Chickens in Boxes

All-in-all, there are $16$ equiprobable ways to place chickens into four boxes. Only three of them satisfy the conditions of the problem:

$\begin{array}{ccccc} \textit{Box #}&1&2&3&4\\ &\text{chicken}&&&\text{chicken}\\ &&\text{chicken}&&\text{chicken}\\ &&&\text{chicken}&& \end{array}$

Thinking of the three possibilities as equiprobable, the corner box (#3) contains a chicken only once; hence the chance of this happening is $1:2.$ The same is true of boxes #1 and #2. The box #4, on the other hand, contains a chicken twice, hence with the chances of $2:1.$

Probability that the corner box contains a chicken, provided there's only one chicken, $P(B_3|\text{1 chicken})=1;$ in case of two chickens, $P(B_3|\text{2 chickens})=0.$ The first event occurs in one case (see the table above), the second event occurs in two cases. Therefore, the chances that the corner box contains a chicken are "1:2."

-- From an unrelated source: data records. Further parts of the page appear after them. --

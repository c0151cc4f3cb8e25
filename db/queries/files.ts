import { and, desc, eq, inArray } from "drizzle-orm";
import { assertCan, type Member } from "@/lib/auth/can";
import type { FileKind } from "@/lib/vocabulary";
import { notFound } from "@/lib/errors";
import { getDb } from "../client";
import { files, users } from "../schema";
import { assertJobInWorkshop, touchJob } from "./job-access";

/** Records of a job's photos and schematics; the bytes live in lib/jobs/uploads.ts's folder. */

const columns = {
  id: files.id,
  jobId: files.jobId,
  originalName: files.originalName,
  type: files.type,
  size: files.size,
  kind: files.kind,
  hasThumbnail: files.hasThumbnail,
  createdAt: files.createdAt,
  uploaderName: users.name,
};

export function listFiles(member: Member, jobId: number) {
  assertJobInWorkshop(member, jobId);
  return getDb()
    .select(columns)
    .from(files)
    .leftJoin(users, eq(users.id, files.uploadedBy))
    .where(and(eq(files.jobId, jobId), eq(files.workshopId, member.workshopId)))
    .orderBy(desc(files.createdAt), desc(files.id))
    .all();
}

/** Called before the upload is read, so a refused member never costs a disk write. */
export function assertCanUpload(member: Member, jobId: number) {
  assertCan(member, "editJobs", "attach files");
  assertJobInWorkshop(member, jobId);
}

export function createFileRecord(
  member: Member,
  jobId: number,
  input: { storedName: string; originalName: string; type: string; size: number; kind: FileKind; hasThumbnail: boolean },
) {
  assertCanUpload(member, jobId);
  return getDb().transaction((tx) => {
    assertJobInWorkshop(member, jobId, tx);
    const row = tx
      .insert(files)
      .values({ ...input, jobId, workshopId: member.workshopId, uploadedBy: member.userId })
      .returning({ id: files.id })
      .get();
    touchJob(member, jobId, tx);
    return row.id;
  });
}

export function getFileRow(member: Member, jobId: number, fileId: number) {
  const row = getDb()
    .select({ ...columns, storedName: files.storedName })
    .from(files)
    .leftJoin(users, eq(users.id, files.uploadedBy))
    .where(and(eq(files.id, fileId), eq(files.jobId, jobId), eq(files.workshopId, member.workshopId)))
    .get();
  if (!row) throw notFound("That file");
  return row;
}

/** Returns the stored name so the caller can remove the bytes after the row is gone. */
export function deleteFileRecord(member: Member, jobId: number, fileId: number): string {
  assertCan(member, "editJobs", "remove files");
  return getDb().transaction((tx) => {
    assertJobInWorkshop(member, jobId, tx);
    const gone = tx
      .delete(files)
      .where(and(eq(files.id, fileId), eq(files.jobId, jobId), eq(files.workshopId, member.workshopId)))
      .returning({ storedName: files.storedName })
      .get();
    if (!gone) throw notFound("That file");
    touchJob(member, jobId, tx);
    return gone.storedName;
  });
}

/**
 * Of these stored names, the ones a file row still refers to, in any workshop. Only for the uploads
 * sweep (server/files/sweep.ts), a maintenance task with no member behind it; it returns names, nothing else.
 */
export function knownStoredNames(names: string[]): Set<string> {
  const known = new Set<string>();
  for (let i = 0; i < names.length; i += 500) {
    const rows = getDb()
      .select({ storedName: files.storedName })
      .from(files)
      .where(inArray(files.storedName, names.slice(i, i + 500)))
      .all();
    for (const r of rows) known.add(r.storedName);
  }
  return known;
}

Similarly, for the Box #4, $P(B_4|\text{1 chicken})=0;$ $P(B_4|\text{2 chickens})=1.$ The first event occurs in one case, the second in two. Hence, for the Box #4, the chances are $2:1.$

By the same reasoning, $P(B_1|\text{1 chicken})=0;$ $P(B_1|\text{2 chickens})=\displaystyle \frac{1}{2}.$ So the chances, for $B_1$ (and, similarly, $B_2$) are $\displaystyle \frac{1}{2}:1=1:2.$

The problem is from P. J. Nahin's Will You Be Alive 10 Years from Now? (Princeton University Press, 2013). Nahin attributes the problem to one of Merilyn von Savant's readers.

The above is an adaptation of Nahin's solution.